Mumbai, March 23: Colgate-Palmolive Co will buy the Sanex personal care brand in Europe from Unilever Plc for about $940 million even as it seeks to expand in the high-margin personal care business overseas.

Under a swap deal, Colgate will sell its laundry detergent business comprising brands such as Fab, Lavomatic and Vel in Colombia to Unilever for $215 million.

The brand swap arrangement will end some of the embarrassment for Unilever chief executive Paul Polman after he piloted the acquisition of Sara Lee’s international toiletries business in September 2009 for 1.3 billion euros ($1.8 billion).

The brand buyout ran foul of competition laws in Europe.

The competition authorities in Europe cleared the Unilever-Sara Lee deal last November only after the Anglo-Dutch consumer goods giant agreed to put Sanex — the biggest of the Sara Lee brands — on the block.

In a statement Unilever Plc said, “The deal is in response to the European Commission’s requirement that Unilever divest the Sanex brand in the European Economic Area.”

Colgate said the deals were expected to add, on a combined basis, about 4 per cent to total company earnings in 2011.

Colgate chairman and chief executive Ian Cook said, “Sanex is a very strong brand that we have admired for a long time.”

The Sanex portfolio, which covers deodorants and shower gels among other personal care products, had net sales of 187 million euros in 2010, primarily in Western Europe.

Talks of this potential transaction entered the public domain earlier this month.

Procter & Gamble, Henkel, L’Oreal and Johnson & Johnson were also circling the Sanex brand.

It attracted attention from analysts and investors as Sanex was considered as the most sought after brand in the Sara Lee basket.

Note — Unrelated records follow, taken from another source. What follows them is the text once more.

import { useEffect, useRef, useState, type FormEvent } from "react";
import type { Plan } from "#core/contracts/plans";
import { formatLength, type LengthPreference } from "#core/domain/units/format-units";
import { Alert } from "../../../../components/ui/alert";
import { Button } from "../../../../components/ui/button";
import { TextField } from "../../../../components/ui/text-field";
import { fieldMessage, formErrorMessage, serverFieldErrors } from "../../../../lib/form-errors";
import { useCalibratePlan } from "../../api/calibrate-plan";
import { metresPerPixelFromLine } from "../../model/calibration";
import { pixelScaleText } from "../../model/scale-readout";
import type { ImagePoint } from "../../../../lib/plan-view/coordinates";
import { readLengthEntry } from "../../model/length-entry";
import { ImagePointPicker } from "./image-point-picker";

const OUTCOME_TEXT = {
  first: "The plan's scale is set.",
  rescaled: "The scale is updated and the fixtures were rescaled with it.",
  "new-version":
    "Sweeps exist on this plan, so a new plan version holds the new scale; the old sweeps stay where they were.",
} as const;

/** Draw a line between two points of known distance on the drawing and type that distance. */
export function CalibrationPanel({
  plan,
  preference,
  onDone,
}: {
  plan: Plan;
  preference: LengthPreference;
  onDone: (plan: Plan, notice: string) => void;
}) {
  const image = plan.image!;
  const [points, setPoints] = useState<ImagePoint[]>(() =>
    plan.calibration ? [plan.calibration.a as ImagePoint, plan.calibration.b as ImagePoint] : [],
  );
  const [text, setText] = useState(() =>
    plan.calibration ? `${plan.calibration.length.value}${plan.calibration.length.unit === "ft" ? " ft" : " m"}` : "",
  );
  const [lengthError, setLengthError] = useState<string | undefined>();
  const calibrate = useCalibratePlan();
  const form = useRef<HTMLFormElement>(null);
  // The panel opens below the plan card (often after an upload): bring it into view.
  useEffect(() => {
    form.current?.scrollIntoView({ block: "start", behavior: "smooth" });
  }, []);

  const entry = readLengthEntry(text, preference);
  let preview: string | null = null;
  if (points.length === 2 && entry.ok) {
    try {
      const mpp = metresPerPixelFromLine(points[0], points[1], entry.length);
      preview = `${pixelScaleText(mpp, preference)}; the drawing is ${formatLength(mpp * image.widthPx, preference, { decimals: 1 })} × ${formatLength(mpp * image.heightPx, preference, { decimals: 1 })}.`;
    } catch (e) {
      preview = e instanceof RangeError ? e.message : null;
    }
  }

  function submit(e: FormEvent) {
    e.preventDefault();
    if (!entry.ok) {
      setLengthError(entry.message);
      return;
    }
    setLengthError(undefined);
    if (points.length !== 2) return;
    calibrate.mutate(
      {
        planId: plan.id,
        input: { a: points[0], b: points[1], length: entry.length, layoutRevision: plan.layoutRevision },
      },
      {
        onSuccess: (r) => onDone(r.plan, OUTCOME_TEXT[r.outcome]),
      },
    );
  }

  const fields = serverFieldErrors(calibrate.error);
  const pointError = fields.a ?? fields.b;
  const formError = formErrorMessage(calibrate.error);
  return (
    <form ref={form} onSubmit={submit} noValidate className="space-y-3 rounded-md bg-surface p-4 edge">
      <h3 className="text-lg font-bold">Set the scale</h3>
      <p className="max-w-prose">
        Click both ends of something whose length you know, as long as possible — a wall, a row of cases — then type its
        real length. Feet and inches are fine: <code>42 ft 6 in</code>.
      </p>
      {formError ? <Alert tone="error">{formError}</Alert> : null}
      <ImagePointPicker
        imageUrl={image.displayUrl}
        widthPx={image.widthPx}
        heightPx={image.heightPx}
        points={points}
        onChange={setPoints}
        names={["A", "B"]}
        label="Calibration line on the drawing"
      />
      {pointError ? <p className="font-bold text-danger">{fieldMessage("The line's end", pointError)}</p> : null}
      {points.length === 2 ? (
        <p className="text-sm">
          Line A–B: {Math.hypot(points[1].x - points[0].x, points[1].y - points[0].y).toFixed(1)} px on the drawing.
        </p>
      ) : null}
      <TextField
        label="Real length of the line"
        hint={
          preference === "ft-in"
            ? "In feet unless you type a unit (e.g. 40, 40 ft 6 in, 12.3 m)"
            : "In metres unless you type a unit (e.g. 12.5, 41 ft)"
        }
        value={text}
        onChange={(e) => setText(e.target.value)}
        error={lengthError ?? fields["length.value"]}
        className="max-w-sm"
      />
      {preview ? <p className="text-sm text-muted">{preview}</p> : null}
      <Button type="submit" busy={calibrate.isPending} disabled={points.length !== 2}>
        Save scale
      </Button>
    </form>
  );
}
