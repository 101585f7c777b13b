/**
 * Plumeline's own field-map ramp: pale sand for air at background, through ochre and brick to a deep
 * plum at the top of the scale. Lightness falls steadily from end to end (the L* values of the stops
 * are chosen in CIE L*a*b* and interpolated there, so L* is linear between stops) and the hues run
 * along the yellow–blue axis that red–green colour-blind readers keep, so both ends stay apart for them
 * (checked in concentration-ramp.test.ts).
 */
import { scaleLinear, scaleSymlog } from "d3-scale";
import { interpolateLab } from "d3-interpolate";
import { labToRgb, parseRgb, rgbToHex, type Rgb } from "./colour-science";

/** The stops as CIE L*a*b* (L*, a*, b*): our design, kept inside the sRGB gamut. */
export const CONCENTRATION_STOPS: readonly (readonly [number, number, number])[] = [
  [97, -2, 14], // pale sand
  [82, 6, 48], // ochre
  [64, 30, 52], // amber-brick
  [46, 44, 26], // brick red
  [30, 38, -18], // plum
  [14, 20, -30], // deep indigo-plum
];

export const LUT_SIZE = 256;

/** Samples a piecewise CIE L*a*b* ramp through the stops into a LUT of `size` RGB triples. */
export function buildLabLut(stops: readonly (readonly [number, number, number])[], size = LUT_SIZE): Uint8ClampedArray {
  const colours = stops.map(([l, a, b]) => rgbToHex(labToRgb(l, a, b)));
  const t = scaleLinear<string>()
    .domain(colours.map((_, i) => i / (colours.length - 1)))
    .range(colours)
    .interpolate(interpolateLab);
  const lut = new Uint8ClampedArray(size * 3);
  for (let i = 0; i < size; i++) {
    const [r, g, b] = parseRgb(t(i / (size - 1)));
    lut[i * 3] = r;
    lut[i * 3 + 1] = g;
    lut[i * 3 + 2] = b;
  }
  return lut;
}

export const CONCENTRATION_LUT = buildLabLut(CONCENTRATION_STOPS);

export interface ConcentrationScaleOptions {
  /** Top of the scale in ppm (readings span 0–500 ppm). */
  maxPpm: number;
  /** Symmetric log (d3 scaleSymlog, constant 1 ppm) so 1, 10 and 100 ppm are equally far apart. */
  log: boolean;
}

export interface ConcentrationScale {
  maxPpm: number;
  log: boolean;
  /** ppm → 0..1 position on the ramp (clamped). */
  position(ppm: number): number;
  /** ppm → LUT index 0..255. */
  index(ppm: number): number;
  colour(ppm: number): Rgb;
  /** Legend ticks in ppm. */
  ticks(): number[];
}

export function createConcentrationScale({ maxPpm, log }: ConcentrationScaleOptions): ConcentrationScale {
  if (!(Number.isFinite(maxPpm) && maxPpm > 0))
    throw new RangeError(`maxPpm: must be a positive number of ppm, got ${maxPpm}`);
  const s = log
    ? scaleSymlog().constant(1).domain([0, maxPpm]).range([0, 1]).clamp(true)
    : scaleLinear().domain([0, maxPpm]).range([0, 1]).clamp(true);
  const index = (ppm: number) => Math.round(s(Math.max(0, ppm)) * (LUT_SIZE - 1));
  return {
    maxPpm,
    log,
    position: (ppm) => s(Math.max(0, ppm)),
    index,
    colour(ppm) {
      const i = index(ppm) * 3;
      return [CONCENTRATION_LUT[i], CONCENTRATION_LUT[i + 1], CONCENTRATION_LUT[i + 2]];
    },
    ticks() {
      if (!log) return scaleLinear().domain([0, maxPpm]).ticks(5);
      const out = [0];
      for (let p = 1; p <= maxPpm; p *= 10) out.push(p);
      if (out[out.length - 1] !== maxPpm) out.push(maxPpm);
      return out;
    },
  };
}

/** A readable top of scale: the next 1-2-5 step above the highest value, at least the alarm level. */
export function niceMaxPpm(highest: number, alarmPpm = 2): number {
  const top = Math.max(highest, alarmPpm * 2, 1);
  const p = 10 ** Math.floor(Math.log10(top));
  for (const m of [1, 2, 5, 10]) if (m * p >= top) return m * p;
  return 10 * p;
}
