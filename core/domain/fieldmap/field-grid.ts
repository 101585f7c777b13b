/** A concentration field on a regular grid over the plan, row-major (values[y * width + x]). */
export interface FieldGridLike {
  width: number;
  height: number;
  /** Metres per cell; cell (i, j) covers [i·cellSize, (i+1)·cellSize) × [j·cellSize, (j+1)·cellSize). */
  cellSize: number;
  /** ppm; NaN where nothing is known. */
  values: Float32Array;
  /** 0..1 sampling confidence. */
  confidence: Float32Array;
}

export function checkFieldGrid(grid: FieldGridLike, name = "field"): void {
  const { width, height, cellSize, values, confidence } = grid;
  if (!(Number.isInteger(width) && width > 0 && Number.isInteger(height) && height > 0)) {
    throw new RangeError(`${name}: width and height must be positive whole numbers of cells, got ${width} × ${height}`);
  }
  if (!(cellSize > 0)) throw new RangeError(`${name}.cellSize: must be a positive number of metres, got ${cellSize}`);
  if (values.length !== width * height)
    throw new RangeError(`${name}.values: expected ${width * height} cells, got ${values.length}`);
  if (confidence.length !== width * height)
    throw new RangeError(`${name}.confidence: expected ${width * height} cells, got ${confidence.length}`);
}

/** Below this confidence a cell is unknown: drawn hatched, never as clean air. */
export const UNKNOWN_BELOW = 0.15;
/** From UNKNOWN_BELOW up to this, the colour is faded in proportion to the confidence. */
export const FULL_CONFIDENCE = 0.6;

export function isKnown(grid: FieldGridLike, k: number): boolean {
  return Number.isFinite(grid.values[k]) && grid.confidence[k] >= UNKNOWN_BELOW;
}
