import { describe, expect, it } from "vitest";
import { applySimilarity, similarityFromTwoPoints, IDENTITY } from "../../analysis/geometry/similarity";
import { CONCENTRATION_LUT, createConcentrationScale } from "./concentration-ramp";
import { differenceMap } from "./difference-map";
import type { FieldGridLike } from "./field-grid";
import { fixtureLevel } from "./fixture-levels";
import { HATCH_RGBA, renderFieldRgba } from "./render-field";

function grid(
  width: number,
  height: number,
  cellSize: number,
  f: (i: number, j: number) => number,
  conf = 1,
): FieldGridLike {
  const values = new Float32Array(width * height);
  const confidence = new Float32Array(width * height).fill(conf);
  for (let j = 0; j < height; j++) for (let i = 0; i < width; i++) values[j * width + i] = f(i, j);
  return { width, height, cellSize, values, confidence };
}

describe("difference map", () => {
  it("of a sweep with itself is zero at every cell", () => {
    const g = grid(40, 30, 0.25, (i, j) => Math.exp(-((i - 12) ** 2 + (j - 9) ** 2) / 20) * 180 + 0.4);
    const d = differenceMap(g, g, IDENTITY);
    for (let k = 0; k < d.values.length; k++) expect(d.values[k]).toBe(0);
    expect(d.maxAbs).toBe(0);
  });

  it("of a partly sampled sweep with itself is zero where known and unknown elsewhere", () => {
    const g = grid(10, 10, 0.5, (i) => (i < 5 ? 3 + i : NaN));
    const d = differenceMap(g, g, IDENTITY);
    for (let k = 0; k < 100; k++) {
      if (k % 10 < 5) expect(d.values[k]).toBe(0);
      else expect(Number.isNaN(d.values[k])).toBe(true);
    }
  });

  it("follows the alignment: a spike at the earlier version's matched point lands on the later version's", () => {
    // two matched points: earlier (2, 2) and (8, 2) are later (3, 4) and (9, 4) — a pure 1 m / 2 m shift
    const a1: [number, number] = [2, 2],
      a2: [number, number] = [8, 2];
    const b1: [number, number] = [3, 4],
      b2: [number, number] = [9, 4];
    const t = similarityFromTwoPoints(a1, a2, b1, b2);
    // the alignment maps both matched points exactly (hand-checked: scale 1, rotation 0, offset (1, 2))
    expect(applySimilarity(t, a1)[0]).toBeCloseTo(b1[0], 12);
    expect(applySimilarity(t, a1)[1]).toBeCloseTo(b1[1], 12);
    expect(applySimilarity(t, a2)[0]).toBeCloseTo(b2[0], 12);
    expect(applySimilarity(t, a2)[1]).toBeCloseTo(b2[1], 12);
    const earlier = grid(48, 32, 0.25, (i, j) => (i === 8 && j === 8 ? 100 : 0)); // cell holding (2.1, 2.1)
    const later = grid(48, 32, 0.25, () => 0);
    const d = differenceMap(earlier, later, t);
    // later − earlier is −100 exactly at the later cell holding b1 + 0.1 m, nowhere else
    const hit = 16 * 48 + 12;
    expect(d.values[hit]).toBe(-100);
    let others = 0;
    for (let k = 0; k < d.values.length; k++)
      if (k !== hit && d.values[k] !== 0 && !Number.isNaN(d.values[k])) others++;
    expect(others).toBe(0);
  });

  it("rotated and scaled versions still map the two matched points exactly", () => {
    const t = similarityFromTwoPoints([1, 1], [5, 3], [10, 2], [12, 10]);
    for (const [a, b] of [
      [
        [1, 1],
        [10, 2],
      ],
      [
        [5, 3],
        [12, 10],
      ],
    ] as const) {
      const m = applySimilarity(t, a);
      expect(m[0]).toBeCloseTo(b[0], 12);
      expect(m[1]).toBeCloseTo(b[1], 12);
    }
  });

  it("rejects mismatched arrays with the field named", () => {
    const g = grid(4, 4, 1, () => 0);
    expect(() => differenceMap({ ...g, values: new Float32Array(3) }, g, IDENTITY)).toThrow(/earlier\.values/);
  });
});

describe("field rendering", () => {
  it("paints known cells with the ramp and never paints unknown cells as clean air", () => {
    const scale = createConcentrationScale({ maxPpm: 100, log: false });
    const g = grid(12, 1, 0.25, (i) => (i < 6 ? 0 : NaN));
    const px = renderFieldRgba(g, { lut: CONCENTRATION_LUT, index: scale.index, hatch: 6 });
    const clean = scale.colour(0);
    expect([px[0], px[1], px[2]]).toEqual([...clean]);
    expect(px[3]).toBeGreaterThan(0);
    for (let i = 6; i < 12; i++) {
      const p = i * 4;
      const rgba = [px[p], px[p + 1], px[p + 2], px[p + 3]];
      // either a hatch stripe or see-through, and never the clean colour
      if (i % 6 === 0) expect(rgba).toEqual([...HATCH_RGBA]);
      else expect(rgba[3]).toBe(0);
    }
  });

  it("fades thinly sampled cells and hatches cells below the confidence floor", () => {
    const scale = createConcentrationScale({ maxPpm: 100, log: false });
    const g = grid(3, 1, 1, () => 50);
    g.confidence.set([1, 0.3, 0.05]);
    const px = renderFieldRgba(g, { lut: CONCENTRATION_LUT, index: scale.index, opacity: 200, hatch: 6 });
    expect(px[3]).toBe(200);
    expect(px[7]).toBeGreaterThan(0);
    expect(px[7]).toBeLessThan(200);
    expect(px[11]).toBe(0); // unknown, off the hatch stripe
  });
});

describe("fixture levels", () => {
  it("takes peak and mean of known cells inside the outline or within the margin", () => {
    // cells of 1 m; case outline x 2..4, y 2..3; margin 0.6 m reaches the cells centred 0.5 m outside
    const g = grid(8, 6, 1, (i, j) => i * 10 + j);
    const level = fixtureLevel(
      g,
      [
        [2, 2],
        [4, 2],
        [4, 3],
        [2, 3],
      ],
      0.6,
    )!;
    // centres inside or within 0.6 m: i ∈ {1,2,3,4}, j ∈ {1,2,3} but not the corners (distance 0.707)
    const cells = [
      [2, 1],
      [3, 1],
      [1, 2],
      [2, 2],
      [3, 2],
      [4, 2],
      [2, 3],
      [3, 3],
    ];
    const vals = cells.map(([i, j]) => i * 10 + j);
    expect(level.cells).toBe(cells.length);
    expect(level.peakPpm).toBe(Math.max(...vals));
    expect(level.meanPpm).toBeCloseTo(vals.reduce((a, b) => a + b, 0) / vals.length, 5);
    expect(
      fixtureLevel(
        grid(8, 6, 1, () => NaN),
        [
          [2, 2],
          [4, 2],
          [4, 3],
        ],
        0.5,
      ),
    ).toBeNull();
  });
});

Industry watchers and analysts said the competition issues raised over the Sara Lee deal had been very embarrassing for Unilever Plc as Sanex had propelled the fast moving consumer goods giant to strike the deal in the first place.

The Sara Lee deal was Unilever’s biggest acquisition since buying Bestfoods in 2000 for $24 billion.

Commenting on the decision to sell Sanex to Colgate Palmolive, Michael Polk, Unilever’s president categories, said: “We are pleased to be divesting Sanex in what we consider to be a very attractive deal for Unilever. At the same time, we are delighted to be adding the Fab, Lavomatic and Vel brands to our portfolio in Colombia. This acquisition will significantly enhance our position in one of the larger detergents markets in Latin America, bringing critical mass to our Colombian business, enhancing our laundry portfolio in the region and further increasing our presence in the fast-growing emerging markets.”

Polman said, “The brands acquired from Sara Lee fill gaps in our current personal care portfolio in Western Europe.”

“The business acquired from Colgate-Palmolive in Colombia will enable us to strengthen our competitive position in laundry in an important region,” added Polk.

Both transactions include the trademarks, intellectual property and formulations but do not include any manufacturing facilities.

In a recent interaction with the media in India, Polman said he was looking at inorganic growth to meet the group’s ambitious growth targets of doubling revenues by 2020.